Doing a simple document.querySelectorAll('*'); returns 19k nodes. Looking at just input it’s 4600 (actually exact) and of those it’s 2450 that are hidden (inputs_for generated with the exception of the needed _sort / _delete ones for Ecto)
Looking at execution time pushInput is the one function taking up time, below is a screenshot of dynamically adding three new “SubSchemas” to the form on a M1.
Happy to supply any other data you might need, and thank you for all the hard work in the ecosystem, using Phoenix and LiveView has been a bliss in general
@chrismccord I found the “problem” (at least one that is really really tangible).
In serializeForm there’s a section that really destroys performance.
// view.js
let elements = Array.from(form.elements);
for (let [key, val] of formData.entries()) {
...
let inputs = elements.filter(input => input.name === key)
let isUnused = !inputs.some(input => (DOM.private(input, PHX_HAS_FOCUSED) || DOM.private(input, PHX_HAS_SUBMITTED)))
let hidden = inputs.every(input => input.type === "hidden")
...
}
That first filter is very costly, in my form that’s a total of 22036236 iterations (I added a counter ). And I’d argue this isn’t even a big form, given the context of building an admin interface.
I’ve run into similar issues with JavaScript timeouts before—optimizing event handling and reducing unnecessary re-renders helped in my case. Are you using debounce or throttle for frequent updates? Hope you find a fix soon!
How is that 22 milion iterations?
The square root of that is something in the order of 4900, so you have form.elements and formData.entries in the order of 4-5K?
That sounds like a big form in my book?
But if this is the bottleneck for you, you might try to optimize the code yourself and see if you can improve the performance and submit a PR?
As mentioned in the original post, yes it’s 4600 inputs, more than half of them are inputs_for generated and _sort/_delete hidden fields. The form itself is not very large, it’s for building a Questionnaire, each Questionnaire have questions, questions have answer options. Then again, “large” is relative and I might just have a different background. It could very well be that I’m not supposed to use LiveView for this, but it would be truly marvelous if I could.
But if this is the bottleneck for you, you might try to optimize the code yourself and see if you can improve the performance and submit a PR?
Exactly what I’ve been doing, but there’s a lot of moving parts here.
Storing the lookup on input.name saves 4m iterations, but it’s still way too high, but a free optimization (unless it breaks somewhere else of course).
I think if you want really improve the performance, then I think you need to look at changing the algorithm.
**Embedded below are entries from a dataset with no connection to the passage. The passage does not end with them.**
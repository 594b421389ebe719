package dev.lawful.cli;

import java.io.IOException;
import java.io.OutputStream;
import java.nio.file.AtomicMoveNotSupportedException;
import java.nio.file.FileAlreadyExistsException;
import java.nio.file.Files;
import java.nio.file.Path;
import java.nio.file.StandardCopyOption;
import java.nio.file.StandardOpenOption;
import java.nio.file.attribute.PosixFileAttributeView;
import java.util.concurrent.ThreadLocalRandom;

/**
 * Where a command writes a file, the way other command-line tools do:
 * <ul>
 *   <li>{@code -} is standard output, and so are {@code /dev/stdout}, {@code /dev/fd/1} and
 *       {@code /proc/self/fd/1};</li>
 *   <li>a symbolic link is written through: the file it points to gets the content and the link stays a link;</li>
 *   <li>a special file (a terminal, a pipe, {@code /dev/null}, {@code /dev/stdout}) is written directly;</li>
 *   <li>a regular file (or a new one) is written to a hidden temporary file beside it, which replaces it only when
 *       everything was written ({@link #commit()}), so a failure never leaves half a file. A new file gets the
 *       permissions the process's umask gives any new file; a replaced file keeps its own.</li>
 * </ul>
 * Content assembled before it is written (the members of a {@code .npz} archive) goes to further hidden files
 * beside the target ({@link #scratch()}), removed when the target is committed or abandoned.
 */
final class OutputTarget {
    /** Names of standard output on Linux and other Unix systems (common practice). */
    private static final java.util.Set<String> STANDARD_OUTPUT_NAMES = java.util.Set.of("/dev/stdout", "/dev/fd/1",
            "/proc/self/fd/1");
    /** Links followed at most, as the operating system's own limit on link chains. */
    private static final int MAX_LINKS = 40;

    private final String shown;
    private final Path target;
    private final OutputStream stdout;
    private final boolean direct;
    private Path temp;
    private OutputStream stream;
    private final java.util.List<Path> scratch = new java.util.ArrayList<>();

    private OutputTarget(String shown, Path target, OutputStream stdout, boolean direct) {
        this.shown = shown;
        this.target = target;
        this.stdout = stdout;
        this.direct = direct;
    }

    /**
     * @param argument the {@code --out} argument: a path, or {@code -}
     * @param stdout   standard output, for {@code -}
     * @return the target, not yet opened
     * @throws IOException when the path is a folder or its folder does not exist (the message says which)
     */
    static OutputTarget of(String argument, OutputStream stdout) throws IOException {
        if (argument.equals("-") || STANDARD_OUTPUT_NAMES.contains(argument)) {
            // /dev/stdout and its aliases are this process's standard output: written through the stream, so the
            // data and the summary (then on standard error) never overwrite each other in a redirected file
            return new OutputTarget(argument.equals("-") ? "standard output" : argument, null, stdout, true);
        }
        Path path = Path.of(argument);
        Path real = followLinks(path);
        if (Files.isDirectory(real)) {
            throw new IOException("it is a directory");
        }
        Path absolute = real.toAbsolutePath().normalize();
        if (Files.exists(real) && !Files.isRegularFile(real) || absolute.startsWith("/dev")
                || absolute.startsWith("/proc")) {
            // a device, a pipe or a terminal, or a name like /dev/stdout that stands for one even when it leads to a
            // regular file (a shell redirection): written in place, the path as given, so the system resolves it
            return new OutputTarget(argument, path, null, true);
        }
        Path parent = real.toAbsolutePath().getParent();
        if (parent == null || !Files.isDirectory(parent)) {
            throw new IOException("no such directory " + parent);
        }
        return new OutputTarget(argument, real, null, false);
    }

    /** @return the path a chain of symbolic links ends at (which need not exist), or the path itself */
    private static Path followLinks(Path path) throws IOException {
        Path p = path;
        for (int i = 0; i < MAX_LINKS && Files.isSymbolicLink(p); i++) {
            Path link = Files.readSymbolicLink(p);
            Path next = p.toAbsolutePath().getParent().resolve(link);
            if (next.startsWith("/proc") || next.startsWith("/dev")) {
                return p;
            }
            p = next;
        }
        return p;
    }

    /** @return the name for messages: the argument as given, or {@code standard output} */
    String shown() {
        return shown;
    }

    /** @return whether this is standard output (so messages go to standard error instead) */
    boolean isStandardOutput() {
        return target == null;
    }

    /**
     * @return the stream to write the content to (buffering is the caller's)
     * @throws IOException when the file cannot be created
     */
    OutputStream open() throws IOException {
        if (target == null) {
            stream = new OutputStream() {
                @Override
                public void write(int b) throws IOException {
                    stdout.write(b);
                }

                @Override
                public void write(byte[] b, int off, int len) throws IOException {
                    stdout.write(b, off, len);
                }

                @Override
                public void close() throws IOException {
                    stdout.flush();
                }
            };
        } else if (direct) {
            stream = Files.newOutputStream(target, StandardOpenOption.WRITE, StandardOpenOption.CREATE,
                    StandardOpenOption.TRUNCATE_EXISTING);
        } else {
            temp = createTemp();
            if (Files.exists(target)) {
                PosixFileAttributeView view = Files.getFileAttributeView(target, PosixFileAttributeView.class);
                if (view != null) {
                    Files.setPosixFilePermissions(temp, view.readAttributes().permissions());
                }
            }
            stream = Files.newOutputStream(temp, StandardOpenOption.WRITE, StandardOpenOption.TRUNCATE_EXISTING);
        }
        return stream;
    }

    /**
     * Creates a hidden empty file beside the target (in the folder of the path given, for a special file), for
     * content assembled before the target is written. It is removed by {@link #commit()} and {@link #abandon()},
     * whatever happens; the caller closes what it opened on it first.
     *
     * @return the new file
     * @throws IOException when it cannot be created, or for standard output, which has no folder
     */
    Path scratch() throws IOException {
        if (target == null) {
            throw new IOException("standard output has no folder for temporary files");
        }
        Path p = createTemp();
        scratch.add(p);
        return p;
    }

    /** A hidden file beside the target, created as any new file is (its permissions follow the umask). */
    private Path createTemp() throws IOException {
        Path dir = target.toAbsolutePath().getParent();
        for (int attempt = 0; ; attempt++) {
            Path p = dir.resolve("." + target.getFileName() + ".lawful-" + Long.toHexString(
                    ThreadLocalRandom.current().nextLong() >>> 16) + ".tmp");
            try {
                return Files.createFile(p);
            } catch (FileAlreadyExistsException e) {
                if (attempt > 100) {
                    throw e;
                }
            }
        }
    }

    /**
     * Closes the stream and puts the file in place; removes the scratch files.
     *
     * @throws IOException when closing or moving fails (the temporary file is then removed)
     */
    void commit() throws IOException {
        try {
            stream.close();
            if (temp == null) {
                return;
            }
            try {
                Files.move(temp, target, StandardCopyOption.REPLACE_EXISTING, StandardCopyOption.ATOMIC_MOVE);
            } catch (AtomicMoveNotSupportedException e) {
                Files.move(temp, target, StandardCopyOption.REPLACE_EXISTING);
            }
            temp = null;
        } finally {
            abandon();
        }
    }

    /** Closes the stream and removes the temporary file and the scratch files, if any; never throws. */
    void abandon() {
        try {
            if (stream != null && target != null) {
                stream.close();
            }
        } catch (IOException ignored) {
            // the real error is already being reported
        }
        if (temp != null) {
            try {
                Files.deleteIfExists(temp);
            } catch (IOException ignored) {
                // the temporary file is hidden and harmless; the real error is already being reported
            }
            temp = null;
        }
        for (Path p : scratch) {
            try {
                Files.deleteIfExists(p);
            } catch (IOException ignored) {
                // hidden and harmless; the real error, if any, is already being reported
            }
        }
        scratch.clear();
    }

    /**
     * @return the file being written, open or not yet in place: the temporary file, or the target written directly
     * @throws IOException for standard output, which cannot be rewritten
     */
    Path written() throws IOException {
        if (target == null) {
            throw new IOException("standard output cannot be rewritten");
        }
        return temp != null ? temp : target;
    }
}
For example by breaking the O(n^2) algorithm by introducing an other datastructure. For example by parsing the form elements in a map with name as a key.
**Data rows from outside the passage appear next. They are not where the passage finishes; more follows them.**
package dev.lawful.cli;

import java.io.IOException;
import java.nio.ByteBuffer;
import java.nio.channels.FileChannel;
import java.nio.file.Path;
import java.nio.file.StandardOpenOption;
import java.util.ArrayList;
import java.util.HashSet;
import java.util.List;

/**
 * Reads a NumPy {@code .npy} file ({@link NpyFormat}) of float64 or float32, C or Fortran order, either byte order,
 * in chunks of rows: a two-dimensional array is rows by columns, a one-dimensional one a single column. The file
 * has no column names, so {@code --columns} gives them, one per column in order. Rows are named {@code row N},
 * counted from 1.
 */
final class NpySource extends BinarySource {
    private final FileChannel channel;
    private final NpyFormat format;
    private final int rowsPerChunk;
    private long next;

    private NpySource(String name, FileChannel channel, NpyFormat format, List<String> columns) throws IOException {
        super(name, columns, channel.size(), "--columns");
        this.channel = channel;
        this.format = format;
        this.rowsPerChunk = BinaryChunk.rowsPerChunk(format.width() * format.itemSize());
    }

    /**
     * Opens a .npy file and checks its header against the column names.
     *
     * @param name    the file's name for messages
     * @param path    the file
     * @param columns the column names ({@code --columns}), one per column
     * @return the source
     * @throws IOException   when the file cannot be read
     * @throws DataException when the header is malformed, the type unsupported, the names missing, repeated or of
     *                       the wrong number, or the file shorter than its header says
     */
    static NpySource open(String name, Path path, List<String> columns) throws IOException {
        FileChannel ch = FileChannel.open(path, StandardOpenOption.READ);
        try {
            NpyFormat f = NpyFormat.parse(name, prefix(ch, name));
            long width = f.width();
            if (columns == null) {
                throw DataException.at(name, null, null, "a .npy array has no column names; give its " + width
                        + " column" + (width == 1 ? "" : "s") + "' names in order with --columns, such as --columns "
                        + "a,b,c");
            }
            if (columns.size() != width) {
                throw DataException.at(name, null, null, "--columns names " + columns.size() + " column"
                        + (columns.size() == 1 ? "" : "s") + " but the array has " + width + " (shape "
                        + java.util.Arrays.toString(f.shape()) + ")");
            }
            if (new HashSet<>(columns).size() != columns.size()) {
                throw DataException.at(name, null, null, "--columns names a column twice: " + columns);
            }
            long need = f.dataOffset() + f.rows() * width * f.itemSize();
            if (ch.size() < need) {
                throw DataException.at(name, null, null, "the file has " + ch.size() + " bytes but its header"
                        + " (shape " + java.util.Arrays.toString(f.shape()) + ") needs " + need);
            }
            return new NpySource(name, ch, f, List.copyOf(columns));
        } catch (IOException | RuntimeException e) {
            ch.close();
            throw e;
        }
    }

    /** @return the first bytes of the file: the whole prefix of {@link NpyFormat} */
    static byte[] prefix(FileChannel ch, String name) throws IOException {
        ByteBuffer head = ByteBuffer.allocate(12);
        ch.read(head, 0);
        byte[] first = java.util.Arrays.copyOf(head.array(), head.position());
        int length = NpyFormat.prefixLength(name, first);
        ByteBuffer all = ByteBuffer.allocate(length);
        ch.read(all, 0);
        return java.util.Arrays.copyOf(all.array(), all.position());
    }

    @Override
    public Chunk next() throws IOException {
        long rows = format.rows();
        if (next >= rows) {
            return null;
        }
        int n = (int) Math.min(rowsPerChunk, rows - next);
        int width = (int) format.width();
        int item = format.itemSize();
        List<BinaryChunk.Part> parts = new ArrayList<>();
        if (!format.fortranOrder() || width == 1) {
            byte[] b = read(format.dataOffset() + next * width * item, n * width * item);
            parts.add(new BinaryChunk.Part(b, 0, width, item, format.order()));
        } else {
            for (int c = 0; c < width; c++) {
                byte[] b = read(format.dataOffset() + (c * rows + next) * item, n * item);
                parts.add(new BinaryChunk.Part(b, c, 1, item, format.order()));
            }
        }
        BinaryChunk chunk = new BinaryChunk(this, next, n, parts);
        next += n;
        return chunk;
    }

    private byte[] read(long position, int length) throws IOException {
        ByteBuffer b = ByteBuffer.wrap(buffer(length), 0, length);
        while (b.hasRemaining()) {
            if (channel.read(b, position + b.position()) < 0) {
                throw new IOException("the file ended early");
            }
        }
        return b.array();
    }

    @Override
    public void close() throws IOException {
        channel.close();
    }
}
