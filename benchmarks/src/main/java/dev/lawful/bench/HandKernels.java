package dev.lawful.bench;
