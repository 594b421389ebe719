package dev.lawful.cli;

/**
 * A data file that is not what its reader accepts, with the whole message ready to print:
 * {@code FILE: line N, column 'NAME': detail} (or {@code row N} for binary formats).
 */
final class DataException extends RuntimeException {
    private static final long serialVersionUID = 1L;

    /** @param message the whole message: file, place, column and what was expected and found */
    DataException(String message) {
        super(message);
    }

    /**
     * @param file   the file name as given
     * @param place  where, such as {@code line 7} (null when it is not one place)
     * @param column the column (null when it is not about one column)
     * @param detail what was expected and what was found
     * @return the exception
     */
    static DataException at(String file, String place, String column, String detail) {
        StringBuilder sb = new StringBuilder(file).append(": ");
        if (place != null) {
            sb.append(place);
            if (column != null) {
                sb.append(", column '").append(column).append('\'');
            }
            sb.append(": ");
        } else if (column != null) {
            sb.append("column '").append(column).append("': ");
        }
        return new DataException(sb.append(detail).toString());
    }
}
But you’d have to do some benchmark to see if that has a decent effect.
Phoenix does a lot in JS, especially with watching forms and helping with focus and etc. It does a bit to much for my taste and I think it could benefit from doing less on the front end and more on the backend and just leverage messages passing to reconcile states, I believe the cost in increase chatter will be worth it when messages are small.
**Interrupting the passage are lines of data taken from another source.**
package dev.lawful.cli;

import dev.lawful.algebra.ExpandedLaws;
import dev.lawful.algebra.LawEvaluator;
import dev.lawful.algebra.ScalarLimit;
import dev.lawful.io.JsonWriter;
import dev.lawful.io.ShortestDecimal;
import java.io.PrintWriter;
import java.util.Arrays;

/**
 * What {@code lawful verify} reports about the limits of a law file: per scalar limit, the rows outside it (its
 * value g below 0, or NaN) and the worst one. There is no tolerance: a limit holds exactly or not, since nothing
 * about a row's rounding makes a negative g acceptable.
 *
 * <p>Accumulated chunk by chunk, one per worker thread, and merged: the worst row is a NaN one first (the first
 * such row), else the smallest g (the first of equals), so the result does not depend on how the rows were split.
 */
final class LimitCheck {
    private final ExpandedLaws expanded;
    private final LawEvaluator evaluator;
    private final LawEvaluator.Workspace workspace;
    private final int m;
    private final long[] outside;
    private final double[] worst;
    private final long[] worstRow;
    private final long[] worstTag;
    private double[] g = new double[0];

    /** @param expanded the law set's expansion, with at least one limit */
    LimitCheck(ExpandedLaws expanded) {
        this.expanded = expanded;
        this.evaluator = expanded.limitEvaluator();
        this.workspace = evaluator.newWorkspace();
        this.m = expanded.limitCount();
        this.outside = new long[m];
        this.worst = new double[m];
        this.worstRow = new long[m];
        Arrays.fill(worstRow, -1);
        this.worstTag = new long[m];
    }

    /**
     * Evaluates every scalar limit on a chunk of rows.
     *
     * @param x        the inputs, row-major
     * @param y        the outputs, row-major
     * @param n        the rows
     * @param firstRow the index of the chunk's first row in the whole input
     * @param tags     each row's tag (its line)
     */
    void add(double[] x, double[] y, int n, long firstRow, long[] tags) {
        if (g.length < n * m) {
            g = new double[n * m];
        }
        evaluator.residuals(x, y, n, g, null, workspace);
        for (int j = 0; j < m; j++) {
            for (int s = 0; s < n; s++) {
                double v = g[s * m + j];
                if (!(v >= 0)) {
                    outside[j]++;
                }
                consider(j, v, firstRow + s, tags[s]);
            }
        }
    }

    /** Makes the row limit j's worst when it is worse: NaN first, then smaller g, then the earlier row. */
    private void consider(int j, double v, long row, long tag) {
        boolean take;
        if (worstRow[j] < 0) {
            take = true;
        } else if (Double.isNaN(v) != Double.isNaN(worst[j])) {
            take = Double.isNaN(v);
        } else if (Double.isNaN(v) || v == worst[j]) {
            take = row < worstRow[j];
        } else {
            take = v < worst[j];
        }
        if (take) {
            worst[j] = v;
            worstRow[j] = row;
            worstTag[j] = tag;
        }
    }

    /** Adds another worker's rows (of other indices) to this one. */
    void merge(LimitCheck other) {
        for (int j = 0; j < m; j++) {
            outside[j] += other.outside[j];
            if (other.worstRow[j] >= 0) {
                consider(j, other.worst[j], other.worstRow[j], other.worstTag[j]);
            }
        }
    }

    /** @return whether every row is inside every limit */
    boolean allInside() {
        return Arrays.stream(outside).allMatch(c -> c == 0);
    }

    /** @return the worst g of limit j in its unit, NaN without rows */
    private double worstValue(int j) {
        return worstRow[j] < 0 ? Double.NaN : worst[j] / expanded.limit(j).unit().factor();
    }

    /**
     * Prints one line per scalar limit: the rows outside and the worst value, or that every row is inside.
     *
     * @param out      receives the lines
     * @param rowCount the rows checked
     * @param source   names a row's place
     */
    void print(PrintWriter out, long rowCount, RowSource source) {
        out.println();
        out.println("limits (g >= 0 inside; no tolerance)");
        for (int j = 0; j < m; j++) {
            ScalarLimit limit = expanded.limit(j);
            String unit = limit.unit().text().isEmpty() ? "" : " " + limit.unit().text();
            if (outside[j] == 0) {
                out.println("  " + limit.name() + ": every row inside, smallest g " + number(worstValue(j)) + unit);
            } else {
                out.println("  " + limit.name() + ": " + outside[j] + " of " + rowCount + " rows outside, worst g "
                        + number(worstValue(j)) + unit + " at " + source.place(worstTag[j]));
            }
        }
    }

    /**
     * Writes the array {@code [{limit, unit, outside, worst, line}]}; worst and line are null when unknown.
     *
     * @param w     receives the array
     * @param place the key of a row's place: {@code line} for CSV, {@code row} otherwise
     */
    void writeJson(JsonWriter w, String place) {
        w.beginArray();
        for (int j = 0; j < m; j++) {
            ScalarLimit limit = expanded.limit(j);
            w.beginObject().name("limit").value(limit.name()).name("unit").value(limit.unit().text())
                    .name("outside").value(outside[j]).name("worst");
            double v = worstValue(j);
            if (Double.isNaN(v)) {
                w.nullValue();
            } else {
                w.value(v);
            }
            w.name(place);
            if (worstRow[j] < 0) {
                w.nullValue();
            } else {
                w.value(worstTag[j]);
            }
            w.endObject();
        }
        w.endArray();
    }

    private static String number(double v) {
        return Double.isNaN(v) ? "NaN" : ShortestDecimal.format(v);
    }
}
It would be interesting with a server-first forms solution, it would of course come with its own tradeoffs (like not being able to recover, or at least making it much harder).
Removing this inner loop makes everything work blazing fast, and from what I can tell the only purpose for it is to control what field has been used to trigger showing of errors, which of course is a big UX thing.
Curious as to if this will be released soon, I did see you added it to the 1.0 branch and it’s in the changelog, but perhaps there’s something blocking 1.0.6?